I am! I'm getting a sable male that will be coming home the second week of July! these are the three i get to pick from and i'm having a hard time deciding. i am so excited and have been crazy puppy proofing the house


----------



## Ace GSD

sarahp said:


> I am! I'm getting a sable male that will be coming home the second week of July! these are the three i get to pick from and i'm having a hard time deciding. i am so excited and have been crazy puppy proofing the house


There is a breeder in roswell That will have litter available to take home by July and there is 1 at stockbridge that i got Ace from.


----------



## sarahp

Ace GSD said:


> There is a breeder in roswell That will have litter available to take home by July and there is 1 at stockbridge that i got Ace from.
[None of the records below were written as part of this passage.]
"""Checks on input files that need more than one value: names that must be unique or exist, legs
that can never end, and physically suspicious (legal) designs that deserve a warning.

Two kinds of check live here:

* ``raw_*`` checks read the parsed TOML data as it is (a dict of whatever the file holds) and
  never assume a type, so they run even when single-key validation found errors: a file's
  duplicate names and dangling references are reported together with its wrong units.
* the other checks take the validated specs (plain SI floats) and run only once a file is valid
  key by key.

Problems show the value as the file wrote it (``"1.1 kn"``), not its SI conversion.
"""

from __future__ import annotations

import dataclasses
import difflib
import math
import re
from typing import Any

from sim.engine.plant import coil_margin, hull_model, thruster_unit
from sim.io.problems import MISSING, Problem
from sim.io.schema import DisplacementHull, LegSpec, ScenarioFile, ThrusterSpec, VesselFile
from sim.io.seam import coil_spec, hull_spec, plant_of, thruster_spec, vessel_spec, water
from sim.physics import battery, magnets
from sim.physics.constants import KNOT_M_S
from sim.physics.electrodes import SACRIFICIAL_ANODES
from sim.physics.errors import ModelRangeError
from sim.physics.hull.holtrop_mennen import HOLTROP_MENNEN_RANGES
from sim.physics.thruster import operating_point

__all__ = [
    "HULL_MODELS",
    "displacement_hull_problems",
    "raw_scenario_problems",
    "raw_value",
    "raw_vessel_problems",
    "scenario_problems",
    "scenario_warnings",
    "vessel_problems",
    "vessel_warnings",
]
Man I wish I would have known that a few weeks ago! I heard really good things about the breeder I finally picked and already have a deposit on my boy. Thank you for the input though, I absolutely appreciate it. I looked everywhere in Georgia and couldn't find anything that fit so I started looking outside my original plans into a few different states. It's in Memphis which didn't sound so far away until I actually started making plans lol When I do pick him up I was going to try and find some gsd's in Atlanta to hang out with!


----------



## Ace GSD

sarahp said:


> Man I wish I would have known that a few weeks ago! I heard really good things about the breeder I finally picked and already have a deposit on my boy. Thank you for the input though, I absolutely appreciate it. I looked everywhere in Georgia and couldn't find anything that fit so I started looking outside my original plans into a few different states. It's in Memphis which didn't sound so far away until I actually started making plans lol When I do pick him up I was going to try and find some gsd's in Atlanta to hang out with!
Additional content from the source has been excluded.